We have the Chase Sapphire Reserve card and it provides primary CDW and theft coverage in Ireland (I called and checked), so I'd like to use that instead of buying the rental agency's coverage. I've been reading the terms & conditions of various big car rental companies located at Dublin airport, and FlyerTalk, and a scant few other online reviews.  So far Fox car rental, Thrifty and maybe Enterprise looks to be do-able for opting out of their CDW coverage, altho' I read some negative reviews about Thrifty.  A FlyerTalk thread recommended a couple of Irish based companies, Dooley's and Conn's Ireland Car (formerly Easy Tour Ireland) rental, but they both include CDW and other super coverages in their rates.  They were also bought out by the big guys.

DH is very comfortable driving a manual stick, and has driven on the left a few times in Grand Cayman, Bahamas and Virgin Islands.
He's also driven in Crete (on right side) with their crazy drivers.  It's the irregular curbs, narrow lanes and odd rocks on Irish roads that I'm worried about.  We have a friend who grew up in a smaller Irish city, and goes back every couple years.  She says the highways and other main thoroughfares have gotten much, much better.  But we realize it will take 2x-3x as long to drive anywhere away from Dublin. Planning on taking transit in/out of Dublin.

I still feel hesitant due to possible after rental charges for minute damages.  Can any of you share which car rental companies you used in Dublin or Ireland?  and if you would rent from them again? 

Thanks in advance!


----------



## geist1223 (Dec 11, 2017)

We stayed at Fitzpatrick Family Castle Timeshare several years ago. Patti and I believed we rented through Hertz. It was the man at Hertz that told us we did not need the Insurance as it was covered by our Credit Card. We actually flew into Shannon and out of Dublin. We used the Light Rail to get into Dublin. It is a healthy walk from the Resort to the Station. Worse going back uphill from the Station to the Resort at the end of the day. So a couple times we drove to the Station. We drove to Waterford one day. We also drove to Avoca - weaving. There use to be a nice Wicklow Tour that picked you up at Fitzpatrick. The real current Jameson Distillery is now in Cork. There is a small Tourist Jameson Distillery in Dublin. Also it was worth it to visit Guiness. If you like a large lunch find a Pub in Dublin that has a Carvery and order the "whole smear." We remember our first Restaurant Dinner in Ireland. I ordered Beef and Patti ordered Duck. When my dinner came it came with potatoes 3 different ways, cooked carrots, and  other cooked vegetables. We thought all the side dishes were for us share. But when they brought Patti her Duck it came with potatoes 3 different ways, etc, etc.

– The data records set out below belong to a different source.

"""Invented family results for the tests of judging."""

from collections.abc import Mapping
from typing import Any

import numpy as np

from tuner.judge.assessment import MemberResult
from tuner.model.controller import Controller
from tuner.model.loop import Loop, Manipulated, Signal
from tuner.model.measures import MEASURES
from tuner.model.plant import ExpressionPlant
from tuner.model.sheet import Sheet, Trial
from tuner.simulate.traces import Trace, Traces

LOOP = Loop(
    "Kiln zone",
    "min",
    Signal("Temperature", "degC", 0.0, 900.0, 640.0),
    Manipulated("Gas valve", "%", 0.0, 100.0, 40.0),
)


def sheet(limits: Mapping[str, float] | None = None, **trial: float) -> Sheet:
    """Return a sheet with limits; reference 10 degC, disturbance 5 %, 120 min unless said."""
    numbers: dict[str, Any] = {"duration": 120.0, "reference": 10.0, "disturbance": 5.0} | trial
    return Sheet(
        LOOP,
        ExpressionPlant("1/(s + 1)"),
        Controller(),
        Trial(**numbers),
        limits=tuple((limits or {}).items()),
    )


def trace(step: float = 10.0) -> Trace:
    """Return a first-order rise to `step` with time constant 10."""
    t = np.linspace(0.0, 120.0, 1201)
    y = step * (1.0 - np.exp(-t / 10.0))
    return Trace(t, np.full_like(t, step), y, np.zeros_like(t), np.arange(0, 1201, 10), np.zeros(121, np.bool_), True)


def member(
    name: str = "nominal", *, stable: bool = True, poles: tuple[complex, ...] = (-0.1,), **measures: float | None
) -> MemberResult:
    """Return a member whose measures are 1 unless said."""
    values = {measure.name: 1.0 for measure in MEASURES} | measures
    reasons = {name: "the loop is unstable" for name, value in values.items() if value is None}
    return MemberResult(
        name=name,
        stable=stable,
        measures=values,
        poles=np.array(poles, np.complex128),
        traces=Traces(trace(), trace(0.0)),
        reasons=reasons,
        final_reference=10.0,
        final_disturbance=0.0,
    )
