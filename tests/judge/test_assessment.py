"""The result that everyone shows: frozen, and whole without anything optional."""

import subprocess
import sys
from dataclasses import FrozenInstanceError

import numpy as np
import pytest

from tests.judge.invented import member, sheet, trace
from tuner.judge.assessment import Assessment, MemberResult, WorstCase
from tuner.judge.verdict import judge
from tuner.simulate.traces import Traces


def test_the_nominal_plant_is_the_first_of_the_family() -> None:
    """The order of the family tells it, not a name."""
    first = member("gain 2")
    found = judge(sheet(), [first, member("nominal")])
    assert found.nominal is first
    assert found.family_size == 2


def test_what_is_optional_is_empty() -> None:
    """A result has neither notes, reasons nor final values unless it is given some, an assessment no troubles."""
    bare = MemberResult("nominal", True, {}, np.zeros(0, np.complex128), Traces(trace(), trace(0.0)))
    assert (dict(bare.reasons), bare.final_reference, bare.final_disturbance, bare.notes) == ({}, None, None, ())
    assert bare.margins is None
    found = Assessment("Kiln zone", "met", (bare,), {}, ())
    assert (found.notes, found.instability) == ((), None)
    assert not WorstCase(1.0, "nominal").none


def test_two_results_do_not_share_their_reasons() -> None:
    """The reasons of one plant are not those of another."""
    one, other = (MemberResult("", True, {}, np.zeros(0, np.complex128), Traces(trace(), trace())) for _ in range(2))
    assert one.reasons is not other.reasons


@pytest.mark.parametrize("name", ["verdict", "members", "limits", "notes"])
def test_a_result_is_never_changed(name: str) -> None:
    """An assessment handed to several views cannot be changed by one of them."""
    found = judge(sheet(), [member()])
    with pytest.raises(FrozenInstanceError):
        setattr(found, name, None)


def test_who_only_shows_an_assessment_loads_no_compiled_loops() -> None:
    """Neither numba nor scipy comes with the type of the result."""
    program = (
        "import sys, tuner.judge.assessment; print([n for n in ('numba', 'scipy', 'control') if n in sys.modules])"
    )
    done = subprocess.run([sys.executable, "-c", program], capture_output=True, text=True, check=True)
    assert done.stdout == "[]\n"
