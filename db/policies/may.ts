/**
 * Who may do what: one pure function, asked by actions, routes and the websocket server alike. Unknown means no.
 * The database repeats the one check that guards the record (append_updates), so that a slip here cannot write.
 */

export type PersonRole = 'pi' | 'researcher' | 'guest';
export type MemberRole = 'owner' | 'editor' | 'reader' | 'witness';
export type EntryState = 'draft' | 'closing' | 'signed' | 'countersigned' | 'void';

/** Somebody signed in, as the database knows them at this moment. */
export interface Actor {
  readonly personId: string;
  readonly loginId: string;
  readonly login: string;
  readonly name: string;
  readonly role: PersonRole;
  readonly admin: boolean;
  readonly active: boolean;
}

/** The actor's place in the notebook that the thing lies in; null: not a member. */
export interface InNotebook {
  readonly member: MemberRole | null;
  readonly archived?: boolean;
}

export interface InEntry extends InNotebook {
  readonly state: EntryState;
}

export interface NewPerson {
  readonly role: PersonRole;
  readonly admin: boolean;
  /** The inviter's place in the notebook that the new person joins; null: none is named. */
  readonly notebook: MemberRole | null;
}

export interface OtherPerson {
  /** Has never set a password. */
  readonly invited: boolean;
  /** Belongs to a notebook that the actor owns. */
  readonly inOwnNotebook: boolean;
}

/** Every action with what must be known about its thing. */
export interface ActionThings {
  'notebook.read': InNotebook;
  'notebook.create': null;
  /** Who belongs to it, and as what. */
  'notebook.members': InNotebook;
  'entry.create': InNotebook;
  'entry.read': InEntry;
  /** Body, title, date, settings of a block. */
  'entry.write': InEntry;
  'attachment.read': InEntry;
  'attachment.add': InEntry;
  'reading.create': InEntry;
  'measurements.read': null;
  'search.read': null;
  'people.read': null;
  'person.invite': NewPerson;
  /** A mail with a link: the invitation again, or a new password. Nobody ever sets or sees another's password. */
  'person.send-link': OtherPerson;
  /** Role and admin flag, closing and opening an account, handing its notebooks over, ending its logins. */
  'person.manage': null;
}

export type Action = keyof ActionThings;

const isMember = (thing: InNotebook) => thing.member !== null;
const isWriter = (actor: Actor, thing: InNotebook) =>
  actor.role !== 'guest' && (thing.member === 'owner' || thing.member === 'editor');
const isOpenDraft = (thing: InEntry) => thing.state === 'draft';

const rules: { [A in Action]: (actor: Actor, thing: ActionThings[A]) => boolean } = {
  'notebook.read': (_actor, thing) => isMember(thing),
  'notebook.create': (actor) => actor.role === 'pi' || (actor.admin && actor.role !== 'guest'),
  'notebook.members': (actor, thing) => actor.role !== 'guest' && thing.member === 'owner',
  'entry.create': (actor, thing) => isWriter(actor, thing) && !thing.archived,
  'entry.read': (_actor, thing) => isMember(thing),
  'entry.write': (actor, thing) => isWriter(actor, thing) && isOpenDraft(thing) && !thing.archived,
  'attachment.read': (_actor, thing) => isMember(thing),
  'attachment.add': (actor, thing) => isWriter(actor, thing) && isOpenDraft(thing) && !thing.archived,
  'reading.create': (actor, thing) => isWriter(actor, thing) && isOpenDraft(thing) && !thing.archived,
  'measurements.read': () => true,
  'search.read': () => true,
  'people.read': (actor) => actor.admin || actor.role === 'pi',
  'person.invite': (actor, thing) =>
    actor.admin
      ? thing.notebook === null || thing.notebook === 'owner'
      : actor.role === 'pi' && thing.notebook === 'owner' && thing.role !== 'pi' && !thing.admin,
  'person.send-link': (actor, thing) =>
    actor.admin || (actor.role === 'pi' && thing.invited && thing.inOwnNotebook),
  'person.manage': (actor) => actor.admin,
};

/** Whether `actor` may do `action` to `thing`. Nobody who is deactivated, or unknown, may do anything. */
export function may<A extends Action>(actor: Actor | null, action: A, thing: ActionThings[A]): boolean {
  if (actor === null || !actor.active) return false;
  // An own property: a name such as "constructor" must not find what every object inherits.
  return Object.hasOwn(rules, action) && rules[action](actor, thing);
}
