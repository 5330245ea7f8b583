import { sql } from 'drizzle-orm';
import type { Connection } from '../../client';
import { lab } from '../../schema/index';

export interface Lab {
  readonly name: string;
  /** IANA name, e.g. "Europe/Oslo"; rules every displayed time. */
  readonly timeZone: string;
  /** The lab's calendar day at this moment, year-month-day. */
  readonly today: string;
}

/** The day in the lab's time zone by the database's clock, as SQL over the table `lab`. */
export const labDay = sql<string>`(motebook_now() at time zone ${lab.timeZone})::date::text`;

/** The group of this server; null on an installation that nobody has set up yet. */
export async function findLab(db: Connection): Promise<Lab | null> {
  const [row] = await db.select({ name: lab.name, timeZone: lab.timeZone, today: labDay }).from(lab);
  return row ?? null;
}
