import { sql } from 'drizzle-orm';
import { afterAll, beforeAll, expect, test } from 'vitest';
import { connect, type Database } from '../../../../db/client';
import { askReset } from '../../../../db/commands/person/ask-reset';
import {
  forgetWrongPasswords,
  settlePasswordAttempt,
  takePasswordAttempt,
} from '../../../../db/limits/sign-in';
import { SlowDown } from '../../../../db/limits/take-attempt';
import { createTestDatabase, type TestDatabase } from '../../../helpers/database';

let database: TestDatabase;
/** Two processes are two pools of connections. */
let first: Database;
let second: Database;
beforeAll(async () => {
  database = await createTestDatabase();
  first = database.app;
  second = connect(database.urls.motebook_app, { max: 4, name: 'test-second' });
});
afterAll(async () => {
  await second.$client.end();
  await database.drop();
});

const stopped = (run: Promise<unknown>) =>
  run.then(
    () => null,
    (error: unknown) => {
      if (error instanceof SlowDown) return error;
      throw error;
    },
  );

test('attempts through two processes are counted together, also when all come at once', async () => {
  const tries = Array.from({ length: 30 }, (_one, i) =>
    stopped(takePasswordAttempt(i % 2 === 0 ? first : second, 'together', `192.0.2.${i}`)),
  );
  const outcomes = await Promise.all(tries);
  // Five wrong passwords in ten minutes are let through, the sixth is not (S07).
  expect(outcomes.filter((one) => one === null)).toHaveLength(5);
  for (const one of outcomes.filter((found) => found !== null)) {
    expect(one.status).toBe(429);
    expect(one.seconds).toBeGreaterThan(590);
    expect(one.seconds).toBeLessThanOrEqual(600);
    expect(one.sentence).toMatch(/^Too many attempts\. Wait 10 minutes and try again\.$/);
  }
});

test('names that differ in case or blanks are one name; another name, known or not, is free', async () => {
  for (const name of ['Mira', ' mira', 'MIRA ', 'mira', 'mIra']) await takePasswordAttempt(first, name, null);
  expect(await stopped(takePasswordAttempt(second, 'mira', null))).not.toBeNull();
  expect(await stopped(takePasswordAttempt(second, 'tor', null))).toBeNull();
});

test('a right password begins a new count, and is not held against its address', async () => {
  for (let i = 0; i < 25; i++) {
    await takePasswordAttempt(first, 'right', '198.51.100.1');
    await settlePasswordAttempt(second, 'right', '198.51.100.1');
  }
  expect(await stopped(takePasswordAttempt(first, 'right', '198.51.100.1'))).toBeNull();
});

test('one address is stopped after ten wrong ones in a minute, whatever the names, and others go on (S54)', async () => {
  for (let i = 0; i < 10; i++) await takePasswordAttempt(first, `sprayed${i}`, '198.51.100.2');
  const over = await stopped(takePasswordAttempt(second, 'sprayed10', '198.51.100.2'));
  expect(over?.kind).toBe('sign-in.address');
  expect(over?.seconds).toBeLessThanOrEqual(60);
  expect(await stopped(takePasswordAttempt(second, 'sprayed11', '198.51.100.3'))).toBeNull();
});

test('when the span is over the count begins anew, but a hundred in a row are the end until a new password is set', async () => {
  let let_through = 0;
  for (let round = 0; round < 25; round++) {
    for (let i = 0; i < 5; i++)
      if ((await stopped(takePasswordAttempt(first, 'patient', null))) === null) let_through += 1;
    await database.app.execute(
      sql`UPDATE attempt SET started_at = started_at - interval '11 minutes' WHERE kind = 'sign-in.name'`,
    );
  }
  // NIST SP 800-63B-4, section 3.2.2: no more than 100 consecutive failed attempts on one account.
  expect(let_through).toBe(100);
  expect((await stopped(takePasswordAttempt(first, 'patient', null)))?.sentence).toMatch(/Set a new one/);
  await forgetWrongPasswords(first, ['patient']);
  expect(await stopped(takePasswordAttempt(first, 'patient', null))).toBeNull();
});

test('resets are three an hour for a name and for an address', async () => {
  for (let i = 0; i < 3; i++) await askReset(first, 'asked', `203.0.113.${i}`);
  expect((await stopped(askReset(second, 'asked', '203.0.113.9')))?.kind).toBe('reset.name');
  for (let i = 0; i < 3; i++) await askReset(second, `asked${i}`, '203.0.113.50');
  expect((await stopped(askReset(first, 'asked4', '203.0.113.50')))?.kind).toBe('reset.address');
});

test('what was typed is not kept', async () => {
  await takePasswordAttempt(first, 'perhaps a password', null);
  const { rows } = await database.app.execute<{ line: string }>(
    sql`SELECT attempt::text AS line FROM attempt`,
  );
  expect(rows.length).toBeGreaterThan(0);
  expect(rows.filter((row) => row.line.includes('perhaps'))).toEqual([]);
});
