import { eq } from 'drizzle-orm';
import type { Connection } from '../../client';
import { person } from '../../schema/index';

/** Whether an account with this login name exists. Used to show the demo's accounts only where there are any. */
export async function hasPerson(db: Connection, login: string): Promise<boolean> {
  const found = await db.select({ id: person.id }).from(person).where(eq(person.login, login));
  return found.length > 0;
}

There is a Toll to and from the Airport. The Front Desk called the Toll Office and paid our Toll over the phone. There use to be an office at the Airport to go and pay your Toll upon your Departure. One of the greatest things about flying out of Dublin is that you clear US Passport and Customs in the Dublin Airport. So you get to skip in when you land back in the USA.


----------



## Conan (Dec 12, 2017)

dsmrp said:


> Can any of you share which car rental companies you used in Dublin or Ireland?  and if you would rent from them again?


We used Hertz at Dublin Airport for a 7-day rental for our stay at Fitzpatrick Castle this past October. The reservation confirmation said "Amount to be paid at time of rent 137.87 EUR" (we reserved a Volkwager Passat class wagon and I considered this a good rate). The airport process was easy, and they gave us a free upgrade to a very nice Audi, I believe an A4.

When we picked up the car we noticed some minor scratches on a fender and I went back to the desk to report them. They told me not to worry, they already knew about them. Also they emailed me a set of pictures (I don't know if they would have done this had I not gone back to the desk) showing the car photographed from all sides with the scratches highlighted.




The only peculiarity is that at the counter I was required to pay 165.72 EUR. The explanation they gave was there's an additional 30 euro charge "insurance admin fee" for REFUSING the optional insurance coverage. I said that wasn't in my contract but the agent said "it's in the fine print." After getting home I emailed Hertz Customer Care and to my surprise they refused to refund the extra 30 euro.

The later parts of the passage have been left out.